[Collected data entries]
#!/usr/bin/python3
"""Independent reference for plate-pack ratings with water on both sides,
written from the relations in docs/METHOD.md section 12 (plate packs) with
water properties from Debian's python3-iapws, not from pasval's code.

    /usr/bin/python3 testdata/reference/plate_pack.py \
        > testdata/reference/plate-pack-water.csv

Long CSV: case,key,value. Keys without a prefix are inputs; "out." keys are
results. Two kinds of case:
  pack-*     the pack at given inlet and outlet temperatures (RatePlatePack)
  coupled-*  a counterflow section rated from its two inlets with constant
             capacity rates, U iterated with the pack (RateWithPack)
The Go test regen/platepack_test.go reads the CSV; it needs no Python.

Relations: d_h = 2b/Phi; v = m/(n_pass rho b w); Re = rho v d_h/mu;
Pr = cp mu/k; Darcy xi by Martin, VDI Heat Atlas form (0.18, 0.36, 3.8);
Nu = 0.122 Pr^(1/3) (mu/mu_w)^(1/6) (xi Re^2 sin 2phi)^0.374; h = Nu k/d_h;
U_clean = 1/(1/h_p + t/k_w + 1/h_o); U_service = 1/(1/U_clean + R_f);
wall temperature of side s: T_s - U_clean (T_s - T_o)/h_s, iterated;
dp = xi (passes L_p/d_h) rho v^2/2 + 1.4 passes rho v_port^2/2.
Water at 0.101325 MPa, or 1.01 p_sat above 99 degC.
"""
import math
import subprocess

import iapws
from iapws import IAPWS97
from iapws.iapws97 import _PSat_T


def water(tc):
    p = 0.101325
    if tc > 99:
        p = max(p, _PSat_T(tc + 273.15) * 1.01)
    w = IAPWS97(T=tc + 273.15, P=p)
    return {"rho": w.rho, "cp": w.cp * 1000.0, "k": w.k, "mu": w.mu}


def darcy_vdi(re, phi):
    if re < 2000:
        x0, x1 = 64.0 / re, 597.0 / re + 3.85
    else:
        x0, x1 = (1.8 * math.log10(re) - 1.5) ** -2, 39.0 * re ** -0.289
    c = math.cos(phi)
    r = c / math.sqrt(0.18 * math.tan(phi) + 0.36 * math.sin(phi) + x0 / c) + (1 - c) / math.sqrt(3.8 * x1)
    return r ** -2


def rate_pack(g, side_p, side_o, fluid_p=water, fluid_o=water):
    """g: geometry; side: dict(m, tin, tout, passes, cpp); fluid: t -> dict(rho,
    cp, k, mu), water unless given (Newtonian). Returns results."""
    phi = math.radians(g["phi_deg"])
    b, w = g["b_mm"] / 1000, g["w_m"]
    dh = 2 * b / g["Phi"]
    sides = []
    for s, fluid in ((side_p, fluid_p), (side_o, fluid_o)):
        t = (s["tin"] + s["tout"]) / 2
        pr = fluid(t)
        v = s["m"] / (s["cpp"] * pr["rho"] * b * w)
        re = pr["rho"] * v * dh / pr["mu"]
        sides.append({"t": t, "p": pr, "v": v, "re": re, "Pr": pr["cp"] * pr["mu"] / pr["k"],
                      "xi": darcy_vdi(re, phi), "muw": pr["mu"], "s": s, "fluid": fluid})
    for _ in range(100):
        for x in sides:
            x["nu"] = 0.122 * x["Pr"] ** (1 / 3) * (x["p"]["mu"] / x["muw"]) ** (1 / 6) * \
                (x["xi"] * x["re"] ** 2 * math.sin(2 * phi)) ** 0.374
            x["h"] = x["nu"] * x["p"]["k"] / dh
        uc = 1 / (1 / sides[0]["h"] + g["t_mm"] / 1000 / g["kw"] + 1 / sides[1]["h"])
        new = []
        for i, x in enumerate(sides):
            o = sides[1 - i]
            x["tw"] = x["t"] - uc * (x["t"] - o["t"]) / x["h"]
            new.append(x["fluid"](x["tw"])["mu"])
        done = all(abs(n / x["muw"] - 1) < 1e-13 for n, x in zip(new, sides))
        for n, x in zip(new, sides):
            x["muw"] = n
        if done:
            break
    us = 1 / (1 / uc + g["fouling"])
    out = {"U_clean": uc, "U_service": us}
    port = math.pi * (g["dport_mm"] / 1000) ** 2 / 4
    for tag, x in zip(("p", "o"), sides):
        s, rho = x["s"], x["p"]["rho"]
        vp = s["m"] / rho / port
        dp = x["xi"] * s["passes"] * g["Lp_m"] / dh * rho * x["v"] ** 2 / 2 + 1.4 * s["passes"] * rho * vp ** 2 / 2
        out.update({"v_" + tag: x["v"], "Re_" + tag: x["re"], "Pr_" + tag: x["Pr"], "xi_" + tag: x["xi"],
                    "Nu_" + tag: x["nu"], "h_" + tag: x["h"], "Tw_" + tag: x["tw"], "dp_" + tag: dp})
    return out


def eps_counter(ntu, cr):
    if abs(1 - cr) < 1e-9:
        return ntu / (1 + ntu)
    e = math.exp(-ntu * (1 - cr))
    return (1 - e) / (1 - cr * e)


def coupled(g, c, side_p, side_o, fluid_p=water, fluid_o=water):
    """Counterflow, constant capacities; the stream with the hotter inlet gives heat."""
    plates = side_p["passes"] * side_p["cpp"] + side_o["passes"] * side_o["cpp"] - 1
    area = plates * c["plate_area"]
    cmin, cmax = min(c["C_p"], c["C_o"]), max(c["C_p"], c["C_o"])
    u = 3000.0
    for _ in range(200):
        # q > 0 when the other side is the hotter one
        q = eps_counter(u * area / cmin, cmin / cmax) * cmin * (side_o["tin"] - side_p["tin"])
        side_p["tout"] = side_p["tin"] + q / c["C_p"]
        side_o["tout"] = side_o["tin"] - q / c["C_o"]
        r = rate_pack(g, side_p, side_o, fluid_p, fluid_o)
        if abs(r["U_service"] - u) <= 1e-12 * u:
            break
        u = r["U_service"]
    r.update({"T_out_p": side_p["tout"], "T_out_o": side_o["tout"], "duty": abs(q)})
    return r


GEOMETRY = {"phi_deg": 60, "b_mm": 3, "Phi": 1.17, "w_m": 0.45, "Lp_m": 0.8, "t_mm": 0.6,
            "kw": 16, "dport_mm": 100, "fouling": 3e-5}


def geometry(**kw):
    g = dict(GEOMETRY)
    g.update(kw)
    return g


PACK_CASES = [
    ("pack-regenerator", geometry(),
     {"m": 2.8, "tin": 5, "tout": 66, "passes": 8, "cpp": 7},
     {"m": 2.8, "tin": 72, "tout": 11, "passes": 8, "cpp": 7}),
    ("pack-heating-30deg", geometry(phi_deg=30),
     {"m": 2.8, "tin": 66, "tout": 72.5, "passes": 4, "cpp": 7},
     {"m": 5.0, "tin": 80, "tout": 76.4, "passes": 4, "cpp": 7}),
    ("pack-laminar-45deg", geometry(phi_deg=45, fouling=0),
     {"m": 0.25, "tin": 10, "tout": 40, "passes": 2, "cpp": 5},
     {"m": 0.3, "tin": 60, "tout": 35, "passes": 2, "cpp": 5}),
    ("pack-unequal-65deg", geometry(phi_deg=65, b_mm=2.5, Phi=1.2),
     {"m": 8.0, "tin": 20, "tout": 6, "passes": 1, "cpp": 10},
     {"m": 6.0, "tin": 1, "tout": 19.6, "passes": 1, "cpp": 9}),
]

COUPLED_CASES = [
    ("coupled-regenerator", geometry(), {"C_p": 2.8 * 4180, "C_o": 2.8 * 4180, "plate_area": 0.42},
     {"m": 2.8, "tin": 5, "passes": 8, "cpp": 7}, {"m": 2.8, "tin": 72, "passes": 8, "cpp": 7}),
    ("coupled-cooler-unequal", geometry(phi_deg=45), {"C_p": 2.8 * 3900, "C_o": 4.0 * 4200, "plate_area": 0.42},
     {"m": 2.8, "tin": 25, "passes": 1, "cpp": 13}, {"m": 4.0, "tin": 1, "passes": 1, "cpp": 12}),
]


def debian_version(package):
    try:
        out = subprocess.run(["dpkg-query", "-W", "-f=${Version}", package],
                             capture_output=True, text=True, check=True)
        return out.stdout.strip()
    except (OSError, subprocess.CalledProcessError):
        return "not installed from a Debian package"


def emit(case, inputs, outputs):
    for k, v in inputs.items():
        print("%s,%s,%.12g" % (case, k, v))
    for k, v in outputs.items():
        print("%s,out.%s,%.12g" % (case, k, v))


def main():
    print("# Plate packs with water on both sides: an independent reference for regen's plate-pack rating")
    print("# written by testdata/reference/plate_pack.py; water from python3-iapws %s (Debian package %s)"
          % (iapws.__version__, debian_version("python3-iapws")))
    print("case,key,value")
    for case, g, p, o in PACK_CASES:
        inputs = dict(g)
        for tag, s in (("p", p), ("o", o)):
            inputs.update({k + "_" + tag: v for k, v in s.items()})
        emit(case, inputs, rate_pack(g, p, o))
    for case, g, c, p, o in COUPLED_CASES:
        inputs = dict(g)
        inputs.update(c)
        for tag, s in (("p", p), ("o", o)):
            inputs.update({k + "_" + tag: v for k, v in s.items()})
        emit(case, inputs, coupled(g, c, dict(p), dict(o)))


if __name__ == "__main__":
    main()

▸ **TO DO**
Starting at the first line of the data above, please restate word for word every line up to and including the one that holds "results. Two kinds", and add nothing else.

▸ **ANSWER FOR THIS EXERCISE**
#!/usr/bin/python3
"""Independent reference for plate-pack ratings with water on both sides,
written from the relations in docs/METHOD.md section 12 (plate packs) with
water properties from Debian's python3-iapws, not from pasval's code.

    /usr/bin/python3 testdata/reference/plate_pack.py \
        > testdata/reference/plate-pack-water.csv

Long CSV: case,key,value. Keys without a prefix are inputs; "out." keys are
results. Two kinds of case:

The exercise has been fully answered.